Pensi che gli altri non abbiano capito niente e che tu (e chi a pensa come te) sia l'illuminato, quando si sta solo dicendo che le cause non possono mai essere così chiare, soprattutto per il livello e la qualità delle informazioni a cui noi persone normali abbiamo accesso.
Questi fatti devono essere valutati con distacco analitico, in quanto in tutte le parti coinvolte ci sono errori, interessi, secondi fini.
Se poi parti dall'essere anti americano, non puoi pretendere di essere obiettivo.


----------



## Milanoide (11 Maggio 2022)

Sam ha scritto:


> Non è questione di invidia, ma di informarsi un minimo e non decontestualizzare le cose.
> La Storia è una cronologia di avvenimenti, quindi per capire la situazione bisogna andare a ritroso.
> Il problema è che siamo con la memoria corta. Non importa ciò che succede ieri, ma solo quello che succede oggi, tanto quello che è successo ieri è passato e non conta più.
> 
> L'invasione dell'Ucraina non è un evento fine a se stesso, ma conseguenza di azioni precedenti che hanno portato alla situazione attuale.

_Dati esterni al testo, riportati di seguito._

/**
 * A streaming standby of the suite's own test cluster, on a free loopback
 * port, in a data folder of its own beside the cluster's: scripts/lib.sh's
 * start_standby (pg_basebackup -R, then pg_ctl start as the cluster's
 * owner). For tests of the read replica (DATABASE_READ_URL).
 */
import { readdirSync } from "node:fs";
import { dirname, join } from "node:path";
import pg from "pg";
import { pool as primary } from "./db";
import { runLibSh } from "./lib-sh";

const sleep = (ms: number) => new Promise((r) => setTimeout(r, ms));

export interface Standby {
  /** DATABASE_URL's database, on the standby. */
  url: string;
  /** Resolves once the standby has replayed all the primary has written so far. */
  caughtUp(): Promise<void>;
  /** Stops replay (the standby keeps serving what it had), until resumeReplay. */
  pauseReplay(): Promise<void>;
  resumeReplay(): Promise<void>;
  /** Stops the standby and removes its folder. */
  stop(): Promise<void>;
}

async function shell(body: string, dataDir: string): Promise<void> {
  const result = await runLibSh(body, { JOULEBOOK_DATA_DIR: dataDir });
  if (result.code !== 0)
    throw new Error(`${body} failed:\n${result.stdout}\n${result.stderr}`);
}

/** Standby folders of test runs that were killed before they cleaned up. */
function leftoverStandbys(dataDir: string): string[] {
  return readdirSync(dataDir)
    .map((name) => /^standby-(\d+)$/.exec(name))
    .filter((match) => match !== null && !processAlive(Number(match[1])))
    .map((match) => join(dataDir, match![0]));
}

function processAlive(pid: number): boolean {
  try {
    process.kill(pid, 0);
    return true;
  } catch {
    return false;
  }
}

/** DATABASE_URL's database on a standby at `port`. */
export function standbyUrl(port: number): string {
  const url = new URL(process.env.DATABASE_URL!);
  url.port = String(port);
  return url.href;
}

/**
 * `pgDir`: the managed cluster's data folder (npm test's JOULEBOOK_PG_DIR);
 * `port`: a free one (a server may be given standbyUrl(port) meanwhile).
 */
export async function startStandby(
  pgDir: string,
  port: number,
): Promise<Standby> {
  const dataDir = dirname(pgDir);
  const dir = join(dataDir, `standby-${process.pid}`);
  const leftovers = [...leftoverStandbys(dataDir), dir].map(
    (old) => `stop_standby "${old}"\n`,
  );
  await shell(`${leftovers.join("")}start_standby "${dir}" ${port}`, dataDir);

  const url = standbyUrl(port);
  const standby = new pg.Pool({ connectionString: url, max: 1 });
  standby.on("error", () => {});

  const caughtUp = async () => {
    const { rows } = await primary.query<{ lsn: string }>(
      "select pg_current_wal_lsn()::text as lsn",
    );
    const deadline = Date.now() + 15_000;
    while (Date.now() < deadline) {
      const replayed = await standby.query<{ ok: boolean }>(
        "select pg_last_wal_replay_lsn() >= $1::pg_lsn as ok",
        [rows[0].lsn],
      );
      if (replayed.rows[0].ok) return;
      await sleep(50);
    }
    throw new Error(`the standby did not replay up to ${rows[0].lsn} in 15 s`);
  };

  const replayState = async (want: "paused" | "not paused") => {
    const deadline = Date.now() + 10_000;
    while (Date.now() < deadline) {
      const { rows } = await standby.query<{ state: string }>(
        "select pg_get_wal_replay_pause_state() as state",
      );
      if (rows[0].state === want) return;
      await sleep(20);
    }
    throw new Error(`replay did not become ${want}`);
  };

  let stopped = false;
  return {
    url,
    caughtUp,
    async pauseReplay() {
      await standby.query("select pg_wal_replay_pause()");
      await replayState("paused");
    },
    async resumeReplay() {
      await standby.query("select pg_wal_replay_resume()");
      await replayState("not paused");
    },
    async stop() {
      if (stopped) return;
      stopped = true;
      await standby.end();
      await shell(`stop_standby "${dir}"`, dataDir);
    },
  };
}
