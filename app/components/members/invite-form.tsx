import { Form, useNavigation } from "react-router";
import { INVITATION_DAYS } from "~/auth/policy";
import { SectionCard } from "~/components/section-card";
import { Button, Field, Notice, SelectField } from "~/components/ui";
import type { MembersActionResult } from "~/organizations/member-forms";
import { RoleOptions } from "./role-options";

/** An e-mail address and a role: the invitation goes out by e-mail. */
export function InviteForm({ result }: { result?: MembersActionResult }) {
  const navigation = useNavigation();
  const busy =
    navigation.state === "submitting" &&
    navigation.formData?.get("intent") === "invite";
  const errors = result?.intent === "invite" ? result.errors : {};
  return (
    <SectionCard headingId="invite-heading" title="Invite someone">
      <p className="mt-1 text-ink-muted">
        They get an e-mail with a link that works for {INVITATION_DAYS} days.
      </p>
      <Form
        method="post"
        className="mt-4 grid gap-4 sm:grid-cols-[minmax(0,2fr)_minmax(0,1fr)_auto] sm:items-end"
        noValidate
      >
        <input type="hidden" name="intent" value="invite" />
        <Field
          label="E-mail address"
          name="email"
          type="email"
          required
          error={errors.email}
        />
        <SelectField
          label="Role"
          name="role"
          defaultValue="energy_manager"
          error={errors.role}
        >
          <RoleOptions />
        </SelectField>
        <Button type="submit" disabled={busy}>
          {busy ? "Sending…" : "Send invitation"}
        </Button>
      </Form>
      {errors.form ? (
        <div className="mt-3">
          <Notice tone="error">{errors.form}</Notice>
        </div>
      ) : null}
    </SectionCard>
  );
}
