import { roleLabels, roles } from "~/auth/permissions";

/** The four roles, as the options of a role menu. */
export function RoleOptions() {
  return (
    <>
      {roles.map((r) => (
        <option key={r} value={r}>
          {roleLabels[r]}
        </option>
      ))}
    </>
  );
}
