import { describe, expect, it } from "vitest";
import { formatKwh, formatNumber, formatSigned } from "./number-format";

describe("number format", () => {
  it("writes British grouping with a fixed number of decimals", () => {
    expect(formatNumber(12345.678)).toBe("12,346");
    expect(formatNumber(12345.678, 2)).toBe("12,345.68");
    expect(formatNumber(0.5, 1)).toBe("0.5");
    expect(formatNumber(3, 2)).toBe("3.00");
  });

  it("writes a dash where there is no figure", () => {
    for (const missing of [null, undefined, NaN, Infinity])
      expect(formatNumber(missing)).toBe("—");
    expect(formatKwh(null)).toBe("—");
    expect(formatSigned(NaN)).toBe("—");
  });

  it("signs with a real minus, and leaves what shows as zero unsigned", () => {
    expect(formatSigned(-1234.4)).toBe("\u22121,234");
    expect(formatSigned(2.25, 1)).toBe("+2.3");
    expect(formatSigned(-0.04, 1)).toBe("0.0");
    expect(formatSigned(0)).toBe("0");
  });

  it("writes energy in whole kWh", () => {
    expect(formatKwh(98765.4)).toBe("98,765 kWh");
    expect(formatKwh(0)).toBe("0 kWh");
  });
});
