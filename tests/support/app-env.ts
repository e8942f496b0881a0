import { inject } from "vitest";

/**
 * The environment the app's modules validate when a test imports them
 * directly, or spawns a server of its own: the suite's local e-mail and
 * Stripe fakes (global-setup.ts), and no timers of their own.
 */
export function appTestEnv(): Record<string, string> {
  return {
    RESEND_BASE_URL: inject("resendUrl"),
    RESEND_API_KEY: "re_test_key",
    STRIPE_API_BASE: inject("stripeUrl"),
    STRIPE_SECRET_KEY: "sk_test_joulebook",
    STRIPE_WEBHOOK_SECRET: "whsec_test_joulebook_fake",
    BILLING_RECONCILE_MINUTES: "0",
    ALERTS_INTERVAL_MINUTES: "0",
  };
}

/** Sets appTestEnv() on this test process, before any app module loads. */
export function applyAppTestEnv(): void {
  Object.assign(process.env, appTestEnv());
}
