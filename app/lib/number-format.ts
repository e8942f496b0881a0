/**
 * Figures on pages, in the house style: British grouping ("12,345.6"), a
 * fixed number of decimals per figure, a real minus sign, and a dash where
 * there is no figure.
 */

export const MINUS = "\u2212";
/** What stands where a figure is missing or not a number. */
export const NO_FIGURE = "—";

/** `value` with exactly `digits` decimals, or a dash when there is none. */
export function formatNumber(
  value: number | null | undefined,
  digits = 0,
): string {
  return value === null || value === undefined || !Number.isFinite(value)
    ? NO_FIGURE
    : value.toLocaleString("en-GB", {
        minimumFractionDigits: digits,
        maximumFractionDigits: digits,
      });
}

/** A signed figure with a real minus sign, and no sign on what shows as zero. */
export function formatSigned(value: number, digits = 0): string {
  const text = formatNumber(Math.abs(value), digits);
  if (!/[1-9]/.test(text)) return text;
  return `${value < 0 ? MINUS : "+"}${text}`;
}

/** Energy in whole kWh ("12,345 kWh"), or a dash. */
export function formatKwh(value: number | null): string {
  const text = formatNumber(value);
  return text === NO_FIGURE ? text : `${text} kWh`;
}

E vero, ma è anche vero che continuano ad esserci situazioni "trovate", impreviste, non frutto di un disegno, non pianificate.
Perché conta molto la politica interna del momento, delle elezioni ricorrenti (laddove siano realmente competitive e non sigillo formale a qualcosa di scontato e già deciso).
Al di là di tendenze di lungo periodo di un attore e delle contro reazioni di un altro attore della politica internazionale, non riesco a riconoscere agli americani la capacità di seguire un piano di lungo termine. C'è il ruolo dei singoli individui, delle "torte" di interesse che impastano. Putin ci avrà lavorato da decenni, ma in USA sono cambiate amministrazioni. Si certo, rimane il loro atteggiamento di fondo. Consumare arsenali. Il complesso militare industriale. La geopolitica. La politica estera della Russia zarista o comunista è diversa? Si, no, ni. Dipende dai punti di vista o dei temi esaminati. Vale per tutti i paesi.
Quello che tu Sam non sembri prendere in esame è la volontà degli attori minori.
Un allenatore non può teleguidare tutti i giocatori. Gli Ucraini saranno pure stati illusi, ma la loro volontà di distacco da Mosca ricorre da un po' di tempo. È giusto considerarla zero? Che Mosca non la voglia riconoscere è un altro paio di maniche. Nel Golfo Persico molti paesi temono l'Iran indipendentemente dal fatto che l'astio sia alimentato da USA e Israele. E "grazie" a Trump si sono formate delle coalizioni inedite. In teoria c'è la Umma, l'Islam, in pratica il settarismo domina la scena. Ma anche quello, come nell'Europa del '600, è solo un pretesto a copertura di interessi ed egoismi dei singoli.


----------



## Sam (11 Maggio 2022)

CS10 ha scritto:


> Quanta sicumera...
> Pensi che gli altri non abbiano capito niente e che tu (e chi a pensa come te) sia l'illuminato, quando si sta solo dicendo che le cause non possono mai essere così chiare, soprattutto per il livello e la qualità delle informazioni a cui noi persone normali abbiamo accesso.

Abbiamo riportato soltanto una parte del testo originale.